# Diseño de Bafle de 15"



## shocky (Oct 2, 2006)

Aqui coloco los planos para armar una caja con un paralante de rango bajo y un poco de medios. De 15"
Rango 45-1500hZ
98db sensibilidad
Hasta 400W RMS
impedancia 8ohms.


----------



## broka (May 10, 2007)

hola..podrias dar algun otro tipo mas de cajas para un bafle de 15" saludos amigos
que necesito mas detalles para una caja como esta


----------



## Juan Jose (Jun 26, 2007)

Aca te paso una caja de selenium. Para un 15 y una bocina . 

saludos.


----------



## Juan Jose (Jun 26, 2007)

segunda parte.
saludos.


----------



## Pablo16 (Jun 26, 2007)

denle una checada a esta pagina, trae muy buenos planos www.speakerplans.com

Saludos


----------



## Juan Jose (Jun 26, 2007)

Muy buena pagina pablo16. Son proyecto grandes y la verdad impresionan!!
Seria bueno construir alguno para probarlo.

saludos.


----------



## Pablo16 (Jun 27, 2007)

Son excelentes, he armado minimo 3 diseños de ahi y andan perfecto aun sin usar las bocinas que ahi dicen, basta con alguna similar. Es muy util para cuando andamos buscando buenos cajones de bajos o los que necesitan bafles grandes para su casa o hasta un equipo de eventos.
saludos


----------



## FocoPR (Nov 10, 2009)

Hola gente, acabo de hacer la caja del primer plano, con un parlante Selenium de 400w y satura =S seguí las medidas a rajatabla... la caja la uso para amplificar un cabezal de 100w de bajo eléctrico (instrumento)... tienen idea que puede ser? también lo probé con un equipo sarpado pero es peor, cuanto más potencia, más se sacude el parlante y más satura...


----------



## Tacatomon (Nov 11, 2009)

FocoPR dijo:


> Hola gente, acabo de hacer la caja del primer plano, con un parlante Selenium de 400w y satura =S seguí las medidas a rajatabla... la caja la uso para amplificar un cabezal de 100w de bajo eléctrico (instrumento)... tienen idea que puede ser? también lo probé con un equipo sarpado pero es peor, cuanto más potencia, más se sacude el parlante y más satura...

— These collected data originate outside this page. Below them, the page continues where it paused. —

/**
 * The trail as people read it: one sentence an action, without the actor's name, which stands strong before it.
 * Exhaustive: an action without a sentence does not compile.
 */
import { dayText } from "../instruments/dates.ts";
import type { TrailDocument } from "./trail.ts";
import type { TrailAction } from "./trail-actions.ts";

/** What a sentence may speak of. `label` is the subject's name, also where it was personal data; "—" once disposed of. */
export interface SentenceFacts {
  label: string;
  before: Record<string, unknown>;
  after: Record<string, unknown>;
  why: string | null;
  /** Personal data still held. */
  personal: Record<string, string>;
}

type Sentence = (facts: SentenceFacts) => string;

const text = (value: unknown): string =>
  value === null || value === undefined || value === ""
    ? "none"
    : Array.isArray(value)
      ? value.map(text).join(", ")
      : typeof value === "object"
        ? JSON.stringify(value)
        : words(String(value));

/** Words as people write them where the facts keep a code's: dates, and the condition an instrument was measured in. */
const words = (fact: string): string =>
  fact === "as-found" || fact === "as-left"
    ? fact.replace("-", " ")
    : fact.replace(/\b\d{4}-(0[1-9]|1[0-2])-(0[1-9]|[12]\d|3[01])\b(?!T)/g, dayText);
const because = (why: string | null): string => (why === null || why === "" ? "" : `: “${why}”`);
/** A finding of Wavekeep's own, not quoted. */
const stated = (why: string | null): string => (why === null || why === "" ? "" : `: ${why.replace(/\.$/, "")}`);
const forOwner = (after: Record<string, unknown>): string => (after["forOwner"] === true ? ", for the owner" : "");
const verdict = (after: Record<string, unknown>): string =>
  ({
    pass: after["nearLimit"] === true ? "in tolerance, near the limit" : "in tolerance",
    inconclusive: "inconclusive",
    fail: "out of tolerance",
  })[text(after["verdict"])] ?? "not judged";
const leftOut = ({ leftOut: count }: Record<string, unknown>): string =>
  typeof count !== "number" || count === 0 ? "nothing left out" : plural(count, "line left out", "lines left out");
const list = (value: unknown): string =>
  Array.isArray(value) && value.length > 0 ? value.map(text).join(", ") : "no role";
const plural = (value: unknown, one: string, many: string): string =>
  value === 1 ? `1 ${one}` : `${text(value)} ${many}`;

/** Units that names end in, as people read them. */
const units: Record<string, string> = { Nm: "nm", M: "m", Px: "px", C: "°C", Hpa: "hPa" };

/** `altitudeM` -> "altitude in m", `dueOn` -> "due on". */
function wordsOf(key: string): string {
  const [, stem, unit] = /^(.*[a-z])(Nm|M|Px|C|Hpa)$/.exec(key) ?? [];
  const name = (stem ?? key).replace(/([a-z])([A-Z])/g, "$1 $2").toLowerCase();
  return unit === undefined ? name : `${name} in ${units[unit]!}`;
}

/** " (place from A to B; serial …)": what changed; long and structured values are left to the entry's details. */
export function changes({ before, after }: Pick<SentenceFacts, "before" | "after">): string {
  const keys = [...new Set([...Object.keys(before), ...Object.keys(after)])];
  const isPlain = (value: unknown) => typeof value !== "object" || value === null;
  const parts = keys.map((key) => {
    const [from, to] = [text(before[key]), text(after[key])];
    const short = isPlain(before[key]) && isPlain(after[key]) && from.length + to.length <= 80;
    return short ? `${wordsOf(key)} from ${from} to ${to}` : wordsOf(key);
  });
  return parts.length === 0 ? "" : ` (${parts.join("; ")})`;
}

export const sentences: Record<TrailAction, Sentence> = {
  "lab.created": ({ label }) => `opened the lab ${label}`,
  "lab.changed": (f) => `changed the lab's settings${changes(f)}`,
  "person.invited": ({ label, after }) => `invited ${label} as ${list(after["roles"])}`,
  "invitation.accepted": ({ after }) => `accepted the invitation as ${list(after["roles"])}`,
  "invitation.withdrawn": ({ label }) => `withdrew the invitation of ${label}`,
  "roles.changed": (f) =>
    `changed what ${f.label} may do: ${list(f.before["roles"])} became ${list(f.after["roles"])}${approver(f)}`,
  "membership.ended": ({ label, why }) => `ended the membership of ${label}${because(why)}`,
  "deputy.appointed": ({ label, personal, after }) =>
    `appointed ${label} deputy for ${personal["forPerson"] ?? "—"} from ${text(after["fromOn"])} to ${text(after["toOn"])}`,
  "bench.enrolled": ({ label }) => `enrolled ${label} as a shared PC`,
  "bench.removed": ({ label }) => `ended bench mode on ${label}`,
  "session.begun": ({ after }) =>
    after["bench"] === undefined ? "signed in" : `signed in at the shared PC ${text(after["bench"])}`,
  "session.refused": ({ label, why }) => `refused a sign-in of ${label}${because(why)}`,
  "session.ended-everywhere": () => "signed out on every device",
  "password.changed": () => "changed the password",
  "password.reset-asked": ({ label }) => `sent ${label} a link for a new password`,
  "pin.changed": () => "set a PIN for bench mode",
  "name.changed": ({ personal }) =>
    `changed the printed name from ${personal["nameBefore"] ?? "—"} to ${personal["nameAfter"] ?? "—"}`,
  "action.refused": ({ label, why }) => `was refused: ${label}${because(why)}`,

  "instrument.registered": ({ label }) => `registered ${label}`,
  "instrument.changed": (f) => `changed ${f.label}${changes(f)}`,
  "instrument.retired": ({ label, why }) => `retired ${label}${because(why)}`,
  "configuration.begun": ({ label, before, why }) =>
    before["configurationId"] === undefined
      ? `added the configuration ${label}${because(why)}`
      : `began the configuration ${label}${typeof before["name"] === "string" ? `, in place of ${before["name"]}` : ", in place of the one before"}${because(why)}`,
  // A plain instrument's history never shows the word.
  "configuration.changed": (f) => `changed the set-up of ${f.label}${changes(f)}`,
  "configuration.ended": ({ label, why }) => `ended the configuration ${label}${because(why)}`,
  "tolerance.changed": ({ label, why }) => `set a new tolerance for ${label}${because(why)}`,
  "standing.changed": ({ label, before, after, why }) =>
    `moved ${label} from ${text(before["standing"])} to ${text(after["standing"])}${because(why)}`,
  "hold.placed": ({ label, why }) => `put ${label} on hold${stated(why)}; a manager confirms or lifts it`,
  "hold.confirmed": ({ label, after, why }) =>
    `confirmed the hold on ${label}: ${text(after["standing"])}${because(why)}`,
  "hold.lifted": ({ label, why }) => `lifted the hold on ${label}${because(why)}`,
  "hold.ended": ({ label, why }) => `put ${label} back in service${stated(why)}`,
  "due.moved": ({ label, before, after, why }) =>
    `moved the next check of ${label} from ${text(before["dueOn"])} to ${text(after["dueOn"])}${because(why)}`,
  "event.logged": ({ label, after }) => `logged for ${label}: ${text(after["title"])}`,
  "axis.entered": ({ label, after }) => `entered axis ${text(after["number"])} of ${label}`,

  "source.registered": ({ label }) => `registered the source ${label}`,
  "source.changed": (f) => `changed the source ${f.label}${changes(f)}`,
  "source.retired": ({ label, why }) => `retired the source ${label}${because(why)}`,
  "certificate.stored": ({ label, after }) => `stored the certificate ${text(after["fileName"])} of ${label}`,
  "certificate.read": ({ label }) => `took a copy of the certificate of ${label}`,
  "procedure.approved": ({ label, after }) => `put the procedure ${label} version ${text(after["version"])} in force`,
  "line-list.added": ({ label }) => `added line list ${label}`,

  "check.begun": ({ label, after }) =>
    `began check ${label}${after["condition"] === undefined ? "" : `, ${text(after["condition"])}`}`,
  "captures.stored": ({ label, after }) =>
    `brought in ${plural(after["count"], "capture", "captures")} for ${label}${after["part"] === "dark" ? ", dark" : ""}, attempt ${text(after["attempt"])}; stored byte for byte before anything was read`,
  "attempt.begun": ({ label, after, why }) =>
    `abandoned an attempt of ${label} and began attempt ${text(after["attempt"])}${because(why)}`,
  "analysis.made": ({ label, after }) =>
    `analysed ${label}, version ${text(after["version"])}: ${after["verdict"] === null ? text(after["outcome"]) : verdict(after)}`,
  "line.left-out": ({ label, after, why }) =>
    `left out ${after["species"] ? `${text(after["species"])} ` : "the line at "}${text(after["wavelengthNm"])}\u202fnm in ${label}, ${text(after["reason"])}${because(why)}`,
  "line.brought-back": ({ label, before }) =>
    `took the line at ${text(before["wavelengthNm"])}\u202fnm back into ${label}`,
  "draft.changed": (f) => `changed the draft of ${f.label}${changes(f)}`,
  "check.set-aside": ({ label, why }) => `set ${label} aside${because(why)}`,
  "check.submitted": ({ label, after }) =>
    `signed ${label} “made by” and submitted it: ${verdict(after)}; ${leftOut(after)}`,
  "check.returned": ({ label, why }) => `sent ${label} back${because(why)}`,
  "check.approved": ({ label, after }) =>
    `signed ${label} “reviewed and approved”: ${verdict(after)}${after["selfApproval"] === true ? ", a self-approval" : ""}; the record is locked`,
  "check.acknowledged": ({ label, after, why }) => `took note of ${label}${forOwner(after)}${because(why)}`,
  "check.voided": ({ label, why }) => `voided ${label}${because(why)}`,
  "as-left.asked": ({ label }) => `asked for an as-left check of ${label}`,
  "report.made": ({ label, after }) => `made report ${text(after["number"])} of ${label}`,
  "report.read": ({ label }) => `took a copy of the report of ${label}`,
  "capture.read": ({ label }) => `took a copy of the capture ${label}`,

  "alert.opened": ({ label, why }) => `opened an alert: ${label}${stated(why)}`,
  "alert.closed": ({ label, why }) => `closed the alert: ${label}${stated(why)}`,
  "alert.reopened": ({ label, why }) => `opened an alert again: ${label}${stated(why)}`,
  "alert.acknowledged": ({ label, after, why }) => `acknowledged the alert: ${label}${forOwner(after)}${because(why)}`,
  "impact.opened": ({ label, after }) =>
    `opened the impact review ${label}${after["windowFromCheck"] ? `: from the last good check, ${text(after["windowFromCheck"])}, to ${text(after["check"])}` : ": no good check is on record before"}`,
  "impact.decided": ({ label, after, why }) => `decided the impact review ${label}${forOwner(after)}${because(why)}`,
  "mail.sent": ({ label, after }) => `mailed ${label}: ${text(after["subject"])}`,
  "mail.failed": ({ label, after }) => `could not mail ${label}: ${text(after["subject"])}`,
  "head.signed": ({ after }) => `signed the head of the trail, entry ${text(after["number"])}`,
};

function approver({ before, after }: SentenceFacts): string {
  if (before["isApprover"] === after["isApprover"]) return "";
  return after["isApprover"] === true ? ", and named them approver" : ", no longer an approver";
}

/** The sentence of a stored entry, with the personal data that is still held. */
export function sentenceOf(document: TrailDocument, personal: Record<string, string>): string {
  const write = (sentences as Record<string, Sentence | undefined>)[document.action];
  const facts: SentenceFacts = {
    label: document.about.label ?? personal["about"] ?? "—",
    before: asRecord(document.before),
    after: asRecord(document.after),
    why: document.why,
    personal,
  };
  return write === undefined ? `${document.action} ${facts.label}` : write(facts);
}

const asRecord = (value: unknown): Record<string, unknown> =>
  typeof value === "object" && value !== null && !Array.isArray(value) ? (value as Record<string, unknown>) : {};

Pareciera que tu caso es de aquellos que agarra una caja cualquiera y le ponen cualquier parlante y el sonido que sale es cualquier cosa... 

Las de rigor:

¿Tu parlante es de buena calidad?
¿Estás seguro que lo que satura el sonido es el conjunto altavoz/recinto acustico y no el amplificador?
¿Estas respetando la impedancia minima del amplificador?
De hecho, el termino "saturar" es muy subjetivo, se mas especifico.

Si tu parlante es de calidad, y tiene una hoja de especificaciones, podrás hacerle una caja exactamente a la medida del parlante; Aprovechando así todo el sonido posible.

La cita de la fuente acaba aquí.